* Exercise requirements
Each entry below is to be extracted exactly.

* Recorded information
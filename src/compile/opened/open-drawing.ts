/**
 * A flat drawing opened at its dead times and limiters: each of them becomes an input of the model, and what feeds it an output. What is
 * left is linear without approximation, and a simulation puts dead times and limits back exactly.
 */

import type { DelayBlock, LimiterBlock } from '../../diagram/index.ts';
import type { FlatBlock, FlatDrawing } from '../flatten/index.ts';

/** A block that was taken out, with the places of its output among the opened model's inputs and of its input among the outputs. */
export interface OpenedBlock {
  readonly block: DelayBlock | LimiterBlock;
  readonly path: string;
  readonly name: string;
}

export interface OpenedDrawing {
  readonly drawing: FlatDrawing;
  /** In document order: their outputs are the inputs, and their inputs the outputs, that come after the drawing's own. */
  readonly opened: readonly OpenedBlock[];
  /** For each input of the opened drawing the opened block whose output it is, −1 for one of the drawing's own. */
  readonly inputOf: readonly number[];
}

/** @param isOpened  which of the dead times and limiters are taken out. */
export function openDrawing(flat: FlatDrawing, isOpened: (block: DelayBlock | LimiterBlock) => boolean): OpenedDrawing {
  const opened: OpenedBlock[] = [];
  const inputOf: number[] = [];
  const blocks: FlatBlock[] = [];
  const sources: number[][] = [];
  const ends: { readonly flatBlock: FlatBlock; readonly source: number }[] = [];
  flat.blocks.forEach((flatBlock, b) => {
    const { block, path, name, role } = flatBlock;
    const source = Array.from(flat.source.subarray(flat.inputStart[b], flat.inputStart[b + 1]));
    if ((block.kind === 'delay' || block.kind === 'limiter') && isOpened(block)) {
      inputOf.push(opened.length);
      opened.push({ block, path, name });
      // A name that no block of the document can have.
      blocks.push({ block: { kind: 'input', id: block.id }, path, name: `out of ${name}`, role: 'external' });
      sources.push([]);
      const end = { block: { kind: 'output', id: block.id }, path, name: `into ${name}`, role: 'external' } as const;
      ends.push({ flatBlock: end, source: source[0] ?? -1 });
      return;
    }
    if (block.kind === 'input' && role === 'external') inputOf.push(-1);
    blocks.push(flatBlock);
    sources.push(source);
  });
  for (const { flatBlock, source } of ends) {
    blocks.push(flatBlock);
    sources.push([source]);
  }
  const signals = flat.signalStart[flat.blocks.length] ?? 0;
  const inputStart = new Int32Array(blocks.length + 1);
  sources.forEach((ports, b) => {
    inputStart[b + 1] = (inputStart[b] ?? 0) + ports.length;
  });
  // The opened blocks give one signal each, as before; the outputs at the end give none.
  const signalStart = Int32Array.from({ length: blocks.length + 1 }, (_, b) => flat.signalStart[b] ?? signals);
  return { drawing: { blocks, inputStart, signalStart, source: Int32Array.from(sources.flat()) }, opened, inputOf };
}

* Result
filename src/compile/opened/open-drawing.ts
/**
 * A flat drawing opened at its dead times and limiters: each of them becomes an input of the model, and what feeds it an output. What is
 * left is linear without approximation, and a simulation puts dead times and limits back exactly.
 */

import type { DelayBlock, LimiterBlock } from '../../diagram/index.ts';
import type { FlatBlock, FlatDrawing } from '../flatten/index.ts';

/** A block that was taken out, with the places of its output among the opened model's inputs and of its input among the outputs. */
export interface OpenedBlock {
  readonly block: DelayBlock | LimiterBlock;
  readonly path: string;
  readonly name: string;
}

export interface OpenedDrawing {
  readonly drawing: FlatDrawing;
  /** In document order: their outputs are the inputs, and their inputs the outputs, that come after the drawing's own. */
  readonly opened: readonly OpenedBlock[];
  /** For each input of the opened drawing the opened block whose output it is, −1 for one of the drawing's own. */
  readonly inputOf: readonly number[];
}

/** @param isOpened  which of the dead times and limiters are taken out. */
export function openDrawing(flat: FlatDrawing, isOpened: (block: DelayBlock | LimiterBlock) => boolean): OpenedDrawing {
  const opened: OpenedBlock[] = [];
  const inputOf: number[] = [];
  const blocks: FlatBlock[] = [];
  const sources: number[][] = [];
  const ends: { readonly flatBlock: FlatBlock; readonly source: number }[] = [];
  flat.blocks.forEach((flatBlock, b) => {
    const { block, path, name, role } = flatBlock;
    const source = Array.from(flat.source.subarray(flat.inputStart[b], flat.inputStart[b + 1]));
    if ((block.kind === 'delay' || block.kind === 'limiter') && isOpened(block)) {
      inputOf.push(opened.length);
      opened.push({ block, path, name });
      // A name that no block of the document can have.
      blocks.push({ block: { kind: 'input', id: block.id }, path, name: `out of ${name}`, role: 'external' });
      sources.push([]);
      const end = { block: { kind: 'output', id: block.id }, path, name: `into ${name}`, role: 'external' } as const;
      ends.push({ flatBlock: end, source: source[0] ?? -1 });
      return;
    }
    if (block.kind === 'input' && role === 'external') inputOf.push(-1);
    blocks.push(flatBlock);
    sources.push(source);
  });
  for (const { flatBlock, source } of ends) {
    blocks.push(flatBlock);
    sources.push([source]);
  }
  const signals = flat.signalStart[flat.blocks.length] ?? 0;
  const inputStart = new Int32Array(blocks.length + 1);
  sources.forEach((ports, b) => {
    inputStart[b + 1] = (inputStart[b] ?? 0) + ports.length;
  });
  // The opened blocks give one signal each, as before; the outputs at the end give none.
  const signalStart = Int32Array.from({ length: blocks.length + 1 }, (_, b) => flat.signalStart[b] ?? signals);
  return { drawing: { blocks, inputStart, signalStart, source: Int32Array.from(sources.flat()) }, opened, inputOf };
}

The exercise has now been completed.